== Segment start ==

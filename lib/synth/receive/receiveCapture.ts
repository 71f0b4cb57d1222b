import type { SampleEngine } from '../engine/types';
import { log10 } from '../math/exponential';
import type { SampleSource } from '../measure/reconstructedPeak';
import type { WaveformContent } from '../types';
import { capturedSubcarriers } from './captureCells';
import { nearestClockRatio, CLOCK_ERROR_MOST_PPM, type ClockRatio } from './clockRatio';
import { createCycle, type Cycle } from './cycle';
import { measureCells, type MeasuredCells } from './measureCapture';
import { turnStart } from './places';
import { mirroredSource, mixedSource } from './sources';
import { captureStatistics, type CaptureStatistics } from './statistics';
import { findFrame, type FoundFrame } from './synchronize';
import { trackCapture, type KnownCells, type TrackedCapture } from './track';
import type { CaptureResult, ChannelSource, FoundReading, MeasuredCapture, RefusedCapture } from './types';

/** A capture to be measured against a content. */
export interface CaptureOptions {
  content: WaveformContent;
  /** Readings of the same bytes, the likely one first; samples in which full scale is 1. Each is tried as it is and mirrored. */
  readings: readonly SampleSource[];
  /** The capture's clock; null: the vector's own. */
  clockHz: number | null;
  channel: ChannelSource;
  /** True for integer words, which end at ± full scale. */
  hasRails: boolean;
  /** Most symbols that are measured; by default as many as 2^23 samples hold, 2 at least. */
  mostSymbols?: number;
  engine?: SampleEngine | undefined;
}

export type CaptureStage = 'reading' | 'synchronizing' | 'demodulating';

/** A reception in steps; `step` answers false when nothing is left. */
export interface Reception {
  step(): boolean;
  readonly stage: CaptureStage;
  /** Share of the stage, 0…1. */
  readonly doneRatio: number;
  result(): CaptureResult;
}

const MEASURED_SAMPLES = 8388608;
/** ρ of a reading that is taken without a look at the others. */
const CLEARLY_RIGHT = 0.9;

/** The file's clock N·M·Δf in Hz. */
export function vectorClock(content: WaveformContent): number {
  const [numerator, denominator] = content.subcarrierSpacingHz;
  return (content.fftSize * content.oversampling * numerator) / denominator;
}

/**
 * Finds the content's waveform in a capture and measures it: statistics, frame, carrier offset, clock error, channel, EVM, null cells,
 * imbalance. Pure and stepwise: equal arguments give equal results. Outcomes that are no measurement are values, never errors.
 * Memory: some tens of MB beside what the readings hold. Throws SynthError as createCycle does.
 */
export function createReception(options: CaptureOptions): Reception {
  const state: { stage: CaptureStage; doneRatio: number } = { stage: 'reading', doneRatio: 0 };
  const running = receive(options, (stage) => {
    state.stage = stage;
    state.doneRatio = 0;
  });
  let result: CaptureResult | null = null;
  return {
    get stage() {
      return state.stage;
    },
    get doneRatio() {
      return state.doneRatio;
    },
    step() {
      if (result !== null) return false;
      const next = running.next();
      if (next.done === true) {
        result = next.value;
        state.doneRatio = 1;
        return false;
      }
      state.doneRatio = next.value;
      return true;
    },
    result() {
      while (result === null) this.step();
      return result;
    },
  };
}

function refuse(code: RefusedCapture['code'], message: string): RefusedCapture {
  return { kind: 'refused', code, message };
}

function* receive(options: CaptureOptions, enter: (stage: CaptureStage) => void): Generator<number, CaptureResult> {
  const { content, readings } = options;
  const cycle = createCycle(content);
  if (cycle.usedCount === 0) return refuse('nothingPainted', 'Nothing is painted: there is no waveform to look for.');
  const fileHz = vectorClock(content);
  const captureHz = options.clockHz ?? fileHz;
  const clock = nearestClockRatio(captureHz, fileHz);
  if (Math.abs(clock.errorPpm) > CLOCK_ERROR_MOST_PPM) return refuse('clock', clockWords(captureHz, fileHz, clock));
  const ratio = clock.p / clock.q;
  const source = readings[0]!;
  const { usefulSamples, prefixes } = cycle.layout;
  const symbolSamples = Math.ceil((usefulSamples + prefixes[0]!) * ratio);
  if (source.samples < symbolSamples)
    return refuse(
      'tooShort',
      `A symbol has ${symbolSamples} samples at the capture's clock; the capture has ${source.samples}.`,
    );
  const known = knownCells(cycle, ratio);
  if (options.channel === 'pilots' && !hasPilots(cycle, known))
    return refuse('noPilots', 'No pilot is painted: take the channel from all known cells.');

  const partSamples = partOf(cycle, ratio);
  const tried: Tried[] = [];
  let statistics: CaptureStatistics | null = null;
  const measureTried = ({ reading, isMirrored, heard, seen, found }: Tried) =>
    measure(
      options,
      { cycle, heard, captureHz, fileHz, clock, known, statistics: seen },
      found,
      { reading, isMirrored },
      enter,
    );
  for (const [reading, plain] of readings.entries()) {
    enter('reading');
    const seen: CaptureStatistics = yield* captureStatistics(plain, partSamples, options.hasRails);
    statistics ??= seen;
    if (seen.firstNotNumber !== null) continue; // bytes the wrong way round look so too
    if (seen.isSilent) {
      if (reading === 0) return refuse('silent', 'All samples are zero.');
      continue;
    }
    for (const isMirrored of [false, true]) {
      enter('synchronizing');
      const heard = isMirrored ? mirroredSource(plain) : plain;
      const base = mixedSource(heard, content.frequencyOffsetHz / captureHz);
      const from = Math.min(seen.strongestAt, Math.max(0, plain.samples - partSamples));
      const found = yield* findFrame(base, cycle, ratio * content.oversampling, from, options.engine);
      const one: Tried = { reading, isMirrored, correlation: found.correlation, heard, seen, found, isMeasured: false };
      tried.push(one);
      // nothing could be likelier: the other readings need not be looked at
      if (found.correlation < CLEARLY_RIGHT || !found.isWorthReading) continue;
      one.isMeasured = true;
      const measured: MeasuredCapture | null = yield* measureTried(one);
      if (measured !== null) return measured;
    }
  }
  tried.sort((a, b) => b.correlation - a.correlation);
  // a reading that is wrong may still look a little like the waveform (saturated words do): the likest is the right one
  for (const one of tried) {
    if (one.isMeasured || !one.found.isWorthReading) continue;
    const measured: MeasuredCapture | null = yield* measureTried(one);
    if (measured !== null) return measured;
  }
  if (statistics?.firstNotNumber != null) return refuse('notNumbers', notNumberWords(statistics.firstNotNumber));
  const best = tried[0]!;
  const plainCurve = tried.find(({ reading, isMirrored }) => reading === 0 && !isMirrored) ?? best;
  return {
    kind: 'unrecognised',
    statistics: statistics!,
    correlation: { value: best.correlation, needed: best.found.needed },
    best: { reading: best.reading, isMirrored: best.isMirrored },
    tried: tried.map(({ reading, isMirrored, correlation }) => ({ reading, isMirrored, correlation })),
    curve: plainCurve.found.curve,
    frameSec: cycle.periodSamples / fileHz,
  };
}

/** A reading that was looked through. */
interface Tried extends FoundReading {
  correlation: number;
  heard: SampleSource;
  seen: CaptureStatistics;
  found: FoundFrame;
  isMeasured: boolean;
}

interface Heard {
  cycle: Cycle;
  heard: SampleSource;
  captureHz: number;
  fileHz: number;
  clock: ClockRatio;
  known: KnownCells;
  statistics: CaptureStatistics;
}

/** Null where it turns out not to be the waveform after all. */
function* measure(
  options: CaptureOptions,
  { cycle, heard, captureHz, fileHz, clock, known, statistics }: Heard,
  found: FoundFrame,
  reading: FoundReading,
  enter: (stage: CaptureStage) => void,
): Generator<number, MeasuredCapture | null> {
  const nominal = { ratio: clock.p / clock.q, captureHz };
  const { usefulSamples } = cycle.layout;
  const most = options.mostSymbols ?? Math.max(2, Math.floor(MEASURED_SAMPLES / usefulSamples));
  const tracked = yield* trackCapture(heard, cycle, nominal, found, known, most);
  if (tracked === null) return null;
  enter('demodulating');
  const cells = yield* measureCells(heard, cycle, tracked, known, options.channel, statistics.meanPower);
  const correlation = Math.max(found.correlation, cells.correlation ?? 0);
  if (correlation < found.needed) return null;
  return reportOf({ cycle, heard, captureHz, fileHz, clock, known, statistics }, tracked, cells, reading, {
    value: Math.min(1, correlation),
    needed: found.needed,
  });
}

function reportOf(
  { cycle, captureHz, fileHz, clock, known, statistics }: Heard,
  tracked: TrackedCapture,
  cells: MeasuredCells,
  found: FoundReading,
  correlation: { value: number; needed: number },
): MeasuredCapture {
  const { content, layout } = cycle;
  const { fit, drift } = tracked;
  const offsetTurns = fit.mixTurns - content.frequencyOffsetHz / captureHz;
  const spacing = content.subcarrierSpacingHz[0] / content.subcarrierSpacingHz[1];
  const turns = new Map<number, number>();
  for (const { turn } of tracked.places) turns.set(turn, (turns.get(turn) ?? 0) + 1);
  const delaySamples = delayOf(tracked, cycle);
  const half = Math.floor(content.fftSize / 2);
  const lost = Array.from(
    { length: cycle.usedHigh - cycle.usedLow + 1 },
    (_, i) => Math.abs(cycle.usedLow + i) > known.captured,
  );
  return {
    kind: 'measured',
    found,
    statistics,
    correlation,
    frames: turns.size,
    symbols: tracked.places.length,
    symbolCounts: cells.symbolCounts,
    isCut: tracked.isCut,
    isPartFrame: ![...turns.values()].some((count) => count === cycle.symbols),
    clockHz: captureHz,
    clockRatio: [clock.p, clock.q],
    clockErrorPpm: tracked.clockError === null ? null : 1e6 * tracked.clockError,
    clockErrorSigmaPpm: tracked.clockErrorSigma === null ? null : 1e6 * tracked.clockErrorSigma,
    isClockShared: tracked.isClockShared,
    offsetHz: offsetTurns * captureHz,
    offsetSigmaHz: drift === null ? null : drift.turnsPerSampleSigma * fileHz,
    offsetSubcarriers: (offsetTurns * captureHz) / spacing,
    startSamples: startOf(tracked, cycle),
    delaySec: delaySamples / captureHz,
    delaySamples,
    levelDbfs: 10 * log10(cells.levelPower),
    peakDbfs: 10 * log10(statistics.peakPower),
    gainDb: 10 * log10(cells.gainPower),
    snrDb: cells.snr === null ? null : 10 * log10(cells.snr),
    evm: cells.evm,
    isOverData: cells.isOverData,
    channel: {
      source: cells.channelSource,
      magnitudeDb: magnitudes(cells, cycle.usedLow + half, cycle.usedHigh + half),
      impulseDb: cells.impulse?.powerDb ?? null,
      firstDelaySamples: cells.impulse?.firstDelay ?? 0,
      delayStepSec: content.oversampling / fileHz,
      guardSamples: Math.max(0, Math.floor(cycle.guardSamples / content.oversampling)),
      prefixSamples:
        layout.prefixes.reduce((least, prefix) => Math.min(least, prefix), Infinity) / content.oversampling,
      paths: cells.impulse?.paths ?? [],
    },
    nulls: cells.nulls,
    imbalance: cells.imbalance,
    constellation: cells.constellation,
    windowAdvanceSamples: cells.advanceSamples,
    lostSubcarriers: lost.filter(Boolean).length,
  };
}

/** Samples of the file from the frame's first sample to the capture's; negative where a burst begins later. */
function startOf({ fit, places }: TrackedCapture, cycle: Cycle): number {
  const first = places[0]!;
  const frame = first.usefulStart - cycle.usefulStarts[first.symbol]!;
  const start = -fit.originSamples / fit.ratio - frame;
  return start >= 0 || cycle.layout.mode === 'burst' ? start : start + cycle.periodSamples;
}

/** The first frame that begins in the capture; a burst's may begin before it. */
function delayOf({ fit, places }: TrackedCapture, cycle: Cycle): number {
  const first = places[0]!;
  const start = first.usefulStart - cycle.usefulStarts[first.symbol]!;
  const at = fit.originSamples + start * fit.ratio;
  if (at >= -0.5 || cycle.layout.mode === 'burst') return at;
  const next = places.find(({ turn }) => turn !== first.turn);
  const after = next ? next.usefulStart - cycle.usefulStarts[next.symbol]! : turnStart(cycle, first.turn + 1, null);
  return fit.originSamples + after * fit.ratio;
}

function magnitudes({ taps }: MeasuredCells, first: number, last: number): Float64Array {
  const size = taps.length / 2;
  const power = Float64Array.from(
    { length: size },
    (_, p) => taps[2 * p]! * taps[2 * p]! + taps[2 * p + 1]! * taps[2 * p + 1]!,
  );
  let sum = 0;
  let count = 0;
  for (let p = first; p <= last; p++) {
    if (power[p] === 0) continue;
    sum += power[p]!;
    count++;
  }
  return power.map((value) => (value === 0 ? NaN : 10 * log10((value * count) / sum)));
}

function knownCells(cycle: Cycle, ratio: number): KnownCells {
  const isKnownInk = new Uint8Array(256);
  const isChannelInk = new Uint8Array(256);
  cycle.content.tray.forEach(({ role }, ink) => {
    isKnownInk[ink] = role === 'data' || role === 'pilot' || role === 'tone' ? 1 : 0;
    isChannelInk[ink] = role === 'pilot' ? 1 : 0;
  });
  const half = Math.ceil(cycle.content.fftSize / 2);
  return { isKnownInk, isChannelInk, captured: ratio === 1 ? half : capturedSubcarriers(cycle, ratio) };
}

function hasPilots(cycle: Cycle, known: KnownCells): boolean {
  return cycle.cells.some((ink) => known.isChannelInk[ink] === 1);
}

/** Capture samples of the part that is looked for, about. */
function partOf(cycle: Cycle, ratio: number): number {
  const symbols = Math.max(1, Math.min(64, Math.ceil(3000 / cycle.usedCount)));
  return Math.ceil(symbols * cycle.layout.usefulSamples * ratio);
}

function notNumberWords(at: number): string {
  return `The capture holds values that are not numbers (NaN or infinite), the first in sample ${at}, counted from 0.`;
}

function clockWords(captureHz: number, fileHz: number, clock: ClockRatio): string {
  return `The capture's clock of ${captureHz} Hz is no p/q (both up to 64) of the vector's ${fileHz} Hz within ${CLOCK_ERROR_MOST_PPM} ppm; the nearest is ${clock.p}/${clock.q}, ${clock.errorPpm.toFixed(1)} ppm off.`;
}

== Segment end ==

Would you copy all lines in the records where the string "kind" appears?

  return { kind: 'refused', code, message };
    kind: 'unrecognised',
    kind: 'measured',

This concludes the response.